The Oklahoman

Fallin has plan for pension retirement reform

- BY MICHAEL MCNUTT

Most new state employees would no longer be included in Oklahoma’s traditiona­l pension retirement plan under a proposal to be pushed next year by the governor.

Gov. Mary Fallin vetoed a bill this year that would have given new employees the choice of opting out of the traditiona­l pension program in favor of a defined contributi­ons plan.

She felt the voluntary opt-out did not go far enough to improve the fiscal condition of the state’s pensions.

“I didn’t think it would have an impact on the system because it’s voluntary,” Fallin said. “I thought they were making political statements more than being serious about pension reform. If we’re going to do pension reform we need to do truly pension reform and not make it voluntary and make it kind of window dressing.”

Her veto was intended to send a message to the Republican-controlled Legislatur­e, state Treasurer Ken Miller said.

“Sometimes bold leadership prevails and you have to get some attention in order to make something a priority,” said Miller, a Republican as is Gov. Mary Fallin. “Mary vetoed that bill because she knows that something much better, much more stronger is needed.

“It did send a message to the public and to the Legislatur­e that major reform is needed and this has to be a priority next year,” said Miller, who also is chairman of the Oklahoma Pension Commission and was asked by the governor to advise her on pension changes.

Republican legislativ­e leaders say they expect interim studies later this year to look at proposals to change the state’s pensions.

Defined or combined?

Current state employees would remain with the de- fined benefit plan.

Miller said exceptions to requiring new employees to go to a combined benefit plan might be given to police, firefighte­rs and troopers because of the risk they face in their occupation­s.

Under Fallin’s proposal, new employees would take part in a defined contributi­on plan similar to a 401(k) plan, which would provide employees with a payout when they retire based on the amount of money contribute­d and investment gains or losses.

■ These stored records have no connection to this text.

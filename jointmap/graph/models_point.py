"""What a sensor sees of a point, with exact derivatives.

With the body pose ``X``, the frame that measures ``A`` (from the body) and a point ``p``,

    b = X^-1 p,   q = A^-1 b,   value = h(q),

where ``h`` stacks any of bearing, elevation, range and Cartesian coordinates. A body that moves by
the tangent ``(v, w)`` moves a fixed point in it by ``-(v + w x b)``; the derivatives below are that
sentence and the chain rule. Tangents are GTSAM's (plane: x, y, yaw; space: rotation first).
"""

from __future__ import annotations

from collections.abc import Sequence
from dataclasses import dataclass

import numpy as np
from numpy.typing import NDArray

from jointmap.frames import Group, wrap

Floats = NDArray[np.float64]

#: Components that wrap at pi.
ANGLES = ("bearing_rad", "elevation_rad")
_AXES = {"x_m": 0, "y_m": 1, "z_m": 2}
#: Below this distance (m) there is no direction to speak of.
_NO_DIRECTION = 1e-9


@dataclass(frozen=True)
class Prediction:
    """Predicted components (n, m) and their derivatives; ``None`` where not asked for.

    ``d_pose`` (n, m, dof) by the tangent of the body that measures, ``d_target`` by what is seen:
    (n, m, dim) for a point, (n, m, dof) for the tangent of the body that carries it;
    ``d_frame_a`` (n, m, dof) by the tangent of the frame that measures (a mounting).
    """

    value: Floats
    d_pose: Floats | None = None
    d_target: Floats | None = None
    d_frame_a: Floats | None = None

    def d_lag(self, twist: Floats) -> Floats:
        """Derivative (n, m) by a shift of the instant in seconds; ``twist`` (n, dof) of the body.

        What is measured ``dt`` later is measured from ``X exp(twist dt)``; the target stands still.
        """
        if self.d_pose is None:
            raise ValueError("the prediction carries no derivatives")
        return np.asarray((self.d_pose @ twist[..., None])[..., 0])


def observe_point(
    group: Group,
    components: Sequence[str],
    pose: Floats,
    frame_a: Floats,
    point: Floats,
    *,
    jacobians: bool = True,
    frame_jacobian: bool = False,
) -> Prediction:
    """Predict what a sensor measures of points.

    Parameters
    ----------
    group : Group
        ``SE2`` or ``SE3``.
    components : sequence of str
        Any of ``bearing_rad``, ``elevation_rad``, ``range_m``, ``x_m``, ``y_m``, ``z_m``, in the
        order of the rows wanted.
    pose : (n, *group.shape)
        Body that measures, in the map.
    frame_a : (n or 1, *group.shape)
        Frame that measures, in the body.
    point : (n, dim)
        In the map, metres.
    jacobians, frame_jacobian : bool
        Whether to return ``d_pose`` and ``d_target``; whether to return ``d_frame_a``.
    """
    turn, mount = group.rotation(pose), group.rotation(frame_a)
    body = _back(turn, point - group.translation(pose))
    local = _back(mount, body - group.translation(frame_a))
    value = component_values(components, local)
    if not (jacobians or frame_jacobian):
        return Prediction(value)
    by_local = component_jacobian(components, local)
    d_frame = -at_lever(by_local, local) if frame_jacobian else None
    if not jacobians:
        return Prediction(value, d_frame_a=d_frame)
    by_body = by_local @ np.swapaxes(mount, -1, -2)
    by_point = by_body @ np.swapaxes(turn, -1, -2)
    return Prediction(value, -at_lever(by_body, body), by_point, d_frame)


def observe_robot(
    group: Group,
    components: Sequence[str],
    pose_a: Floats,
    frame_a: Floats,
    pose_b: Floats,
    frame_b: Floats,
    *,
    jacobians: bool = True,
    frame_jacobian: bool = False,
) -> Prediction:
    """Predict what body ``a`` measures of the point that body ``b`` carries.

    The point is the translation of ``frame_b`` (n or 1, *group.shape) in body ``b``; the rest as
    :func:`observe_point`. ``d_target`` is by the tangent of ``pose_b``.
    """
    lever = group.translation(frame_b)
    seen = observe_point(
        group,
        components,
        pose_a,
        frame_a,
        group.transform(pose_b, lever),
        jacobians=jacobians,
        frame_jacobian=frame_jacobian,
    )
    if seen.d_target is None:
        return seen
    by_b = at_lever(seen.d_target @ group.rotation(pose_b), lever)
    return Prediction(seen.value, seen.d_pose, by_b, seen.d_frame_a)


def point_in_sensor(
    group: Group, pose: Floats, frame_a: Floats, point: Floats
) -> tuple[Floats, Floats, Floats]:
    """A point in the frame that measures: (n, dim), by the body's tangent, by the point."""
    seen = observe_point(group, ("x_m", "y_m", "z_m")[: group.dim], pose, frame_a, point)
    assert seen.d_pose is not None and seen.d_target is not None
    return seen.value, seen.d_pose, seen.d_target


def component_values(components: Sequence[str], local: Floats) -> Floats:
    """Components (n, m) of points (n, dim) in the frame that measures."""
    out = np.empty((len(local), len(components)))
    for column, name in enumerate(components):
        if name in _AXES:
            out[:, column] = local[:, _AXES[name]]
        elif name == "bearing_rad":
            out[:, column] = np.arctan2(local[:, 1], local[:, 0])
        elif name == "range_m":
            out[:, column] = np.sqrt(np.einsum("ni,ni->n", local, local))
        elif name == "elevation_rad":
            out[:, column] = np.arctan2(local[:, 2], np.hypot(local[:, 0], local[:, 1]))
        else:
            raise ValueError(f"unknown component {name!r}")
    return out


def component_jacobian(components: Sequence[str], local: Floats) -> Floats:
    """Derivative (n, m, dim) of :func:`component_values` by the points.

    Where a component has no derivative, something finite stands in its place: at range zero a
    bearing and an elevation do not react at all and a range reacts along x, so that a point that
    starts in the sensor is pushed out; straight above or below, an elevation reacts along x.
    """
    dim = local.shape[1]
    out = np.zeros((len(local), len(components), dim))
    for column, name in enumerate(components):
        if name in _AXES:
            out[:, column, _AXES[name]] = 1.0
        elif name == "bearing_rad":
            flat2 = local[:, 0] ** 2 + local[:, 1] ** 2
            inverse = np.where(flat2 > _NO_DIRECTION**2, 1.0 / np.maximum(flat2, 1e-300), 0.0)
            out[:, column, 0] = -local[:, 1] * inverse
            out[:, column, 1] = local[:, 0] * inverse
        elif name == "range_m":
            out[:, column] = unit(local)[0]
        else:
            out[:, column] = _elevation_jacobian(local)
    return out


def _elevation_jacobian(local: Floats) -> Floats:
    """Derivative (n, 3) of atan2(z, hypot(x, y)): (-z e, rho) / r^2 with e = (x, y) / rho."""
    outward, flat = unit(local[:, :2])
    square = flat**2 + local[:, 2] ** 2
    inverse = np.where(square > _NO_DIRECTION**2, 1.0 / np.maximum(square, 1e-300), 0.0)
    return np.column_stack([-outward * (local[:, 2] * inverse)[:, None], flat * inverse])


def unit(vector: Floats) -> tuple[Floats, Floats]:
    """Direction (n, d), the first axis where there is none, and length (n,) of vectors (n, d)."""
    length = np.sqrt(np.einsum("ni,ni->n", vector, vector))
    none = length <= _NO_DIRECTION
    direction = vector / np.where(none, 1.0, length)[:, None]
    direction[none] = np.eye(vector.shape[1])[0]
    return direction, length


def residual(components: Sequence[str], observed: Floats, predicted: Floats) -> Floats:
    """``predicted - observed`` (n, m), the sign of GTSAM's errors; angles in (-pi, pi]."""
    out = np.asarray(predicted - observed, dtype=np.float64)
    for column, name in enumerate(components):
        if name in ANGLES:
            out[:, column] = wrap(out[:, column])
    return out


def at_lever(rows: Floats, lever: Floats) -> Floats:
    """The linear map ``(v, w) -> rows (v + w x lever)`` as a matrix (n, m, dof) on the tangent.

    Parameters
    ----------
    rows : (n or 1, m, dim)
    lever : (n or 1, dim)
        Point of the moving frame, in that frame.
    """
    m, dim = rows.shape[1:]
    out = np.empty((max(len(rows), len(lever)), m, 3 if dim == 2 else 6))
    t = lever[:, None, :]
    if dim == 2:
        out[..., :2] = rows
        out[..., 2] = rows[..., 1] * t[..., 0] - rows[..., 0] * t[..., 1]
        return out
    out[..., 3:] = rows
    for i, j, k in ((0, 1, 2), (1, 2, 0), (2, 0, 1)):
        out[..., i] = t[..., j] * rows[..., k] - t[..., k] * rows[..., j]
    return out


def _back(rotation: Floats, vector: Floats) -> Floats:
    """``rotation^T vector``; either may have length one."""
    return np.asarray((np.swapaxes(rotation, -1, -2) @ vector[..., None])[..., 0])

Fallin said making a defined contributi­on plan the only option would meet the needs of a modern workforce and catch up with the private sector and many other states by moving toward a 401(k)style retirement plan that provides portabilit­y, flexibilit­y and choice. When Oklahoma’s pension systems were created, it was common for a worker to spend 25 to 30 years in the public sector. Today, the average state employee leaves much sooner, usually for the private sector, she said.

State savings would come from the excess agency contributi­ons flowing to the system from new members having a defined contributi­on plan, she said. It would reduce over time the current unfunded liability of the pension system and result in savings.

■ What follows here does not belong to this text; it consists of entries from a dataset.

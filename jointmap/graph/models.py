"""Measurement models: residuals and Jacobians of whole blocks of measurements.

The formulas are in :mod:`jointmap.graph.models_point` (what is seen of a point) and
:mod:`jointmap.graph.models_pose` (relative poses, fixes, tilt); :func:`linearise_block` chooses.
"""

from __future__ import annotations

from dataclasses import dataclass

import numpy as np
from numpy.typing import NDArray

from jointmap.frames import Group
from jointmap.graph.models_point import (
    Prediction,
    observe_point,
    observe_robot,
    point_in_sensor,
    residual,
)
from jointmap.graph.models_pose import (
    Linearised,
    absolute_position,
    carried_point,
    control_position,
    gravity_tilt,
    relative_pose,
)
from jointmap.graph.problem import Block

__all__ = [
    "Linearised",
    "Prediction",
    "absolute_position",
    "carried_point",
    "control_position",
    "gravity_tilt",
    "linearise_block",
    "observe_point",
    "observe_robot",
    "point_in_sensor",
    "relative_pose",
    "residual",
]

Floats = NDArray[np.float64]
Ints = NDArray[np.int64]
Bools = NDArray[np.bool_]


@dataclass(frozen=True)
class _Landmarks:
    """Landmarks of the rows of one block: position, rotation (identity: a point), ``oriented``."""

    position: Floats
    rotation: Floats | None
    oriented: Bools


def linearise_block(
    group: Group,
    block: Block,
    poses: Floats,
    landmarks: Floats,
    orientations: Floats | None,
    landmark_of_track: Ints,
    oriented: Bools | None = None,
    *,
    jacobians: bool = True,
) -> Linearised:
    """Residuals and Jacobians of a block at a state, not whitened.

    Parameters
    ----------
    group : Group
        ``SE2`` or ``SE3``.
    block : Block
    poses : (P, *group.shape)
    landmarks : (L, dim)
    orientations : (L, dim, dim) or None
        Rotations of oriented landmarks.
    landmark_of_track : (T,) int
        Landmark that each track is (``Assignment.landmark``).
    oriented : (L,) bool or None
        Which landmarks are poses; None: none of them.
    jacobians : bool
        False: only the residual.

    Returns
    -------
    Linearised
        Sign of GTSAM: predicted minus observed. ``jac_b`` by the tangent (n, m, dof) of a pose or
        of an oriented landmark, or (n, m, dim) of a point. Where one block sees both kinds, it has
        ``dof`` columns and rows of points use the first ``dim``, the rest being zero.

    Raises
    ------
    ValueError
        A pose was observed of a landmark that is a point.
    """
    if block.kind in ("sighting", "control"):
        index = landmark_of_track[block.b] if block.kind == "sighting" else block.b
        known = _Landmarks(
            landmarks[index],
            None if orientations is None else orientations[index],
            np.zeros(len(index), dtype=bool) if oriented is None else oriented[index],
        )
        return _landmark_block(group, block, poses, known, jacobians)
    if block.kind == "gravity":
        return gravity_tilt(group, poses[block.a], block.obs, jacobians=jacobians)
    if block.kind == "fix":
        value, jac = absolute_position(group, poses[block.a], block.frame_a)
        return Linearised(value - block.obs, jac if jacobians else None)
    ends = (poses[block.a], block.frame_a, poses[block.b], block.frame_b)
    if block.components == ("pose",):
        return relative_pose(group, block.obs, *ends, jacobians=jacobians)
    return _compare(block, observe_robot(group, block.components, *ends, jacobians=jacobians))


def _landmark_block(
    group: Group, block: Block, poses: Floats, known: _Landmarks, jacobians: bool
) -> Linearised:
    """Sightings and control points."""
    if block.components == ("pose",):
        if known.rotation is None or not known.oriented.all():
            raise ValueError("a pose was observed of a landmark that has no orientation")
        tag = group.build(known.rotation, known.position)
        return relative_pose(
            group,
            block.obs,
            poses[block.a],
            block.frame_a,
            tag,
            group.identity(1),
            jacobians=jacobians,
        )
    if block.kind == "control":
        value, by_point = control_position(known.position)
        lin = Linearised(value - block.obs, None, by_point if jacobians else None)
    else:
        seen = observe_point(
            group,
            block.components,
            poses[block.a],
            block.frame_a,
            known.position,
            jacobians=jacobians,
        )
        lin = _compare(block, seen)
    if lin.jac_b is None or not known.oriented.any():
        return lin
    return Linearised(lin.residual, lin.jac_a, _by_tangent(group, lin.jac_b, known))


def _compare(block: Block, seen: Prediction) -> Linearised:
    """Residual of a prediction against what the block observed."""
    return Linearised(residual(block.components, block.obs, seen.value), seen.d_pose, seen.d_target)


def _by_tangent(group: Group, by_point: Floats, known: _Landmarks) -> Floats:
    """From the derivative by a position to that by the tangent of an oriented landmark."""
    assert known.rotation is not None
    out = by_point @ carried_point(group, known.rotation)
    point = ~known.oriented
    out[point] = 0.0
    out[point, :, : group.dim] = by_point[point]
    return out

Under the present Oklahoma Public Employees Retirement System plan, state employees contribute 3.5 percent of their pay and the agency contribute­s 16.5 percent. Under the defined contributi­on system, the state match would be about 6 percent, Miller said.

Some of the 10.5 percent differenti­al would go to help shore up the pension plan’s unfunded liability, he said. Once that’s done, the money could be used for cost-of-living adjustment­s for those on the pension plan.

“We shore up the unfunded liability much, much quicker, “he said. “Then you have money to pay for COLAs.”

Consolidat­ion

Fallin also wants to consolidat­e the staff, boards and offices of several pension plans into one. Oklahoma has seven pension plans, six of which have independen­t boards, staff, offices, consultant­s and investment managers.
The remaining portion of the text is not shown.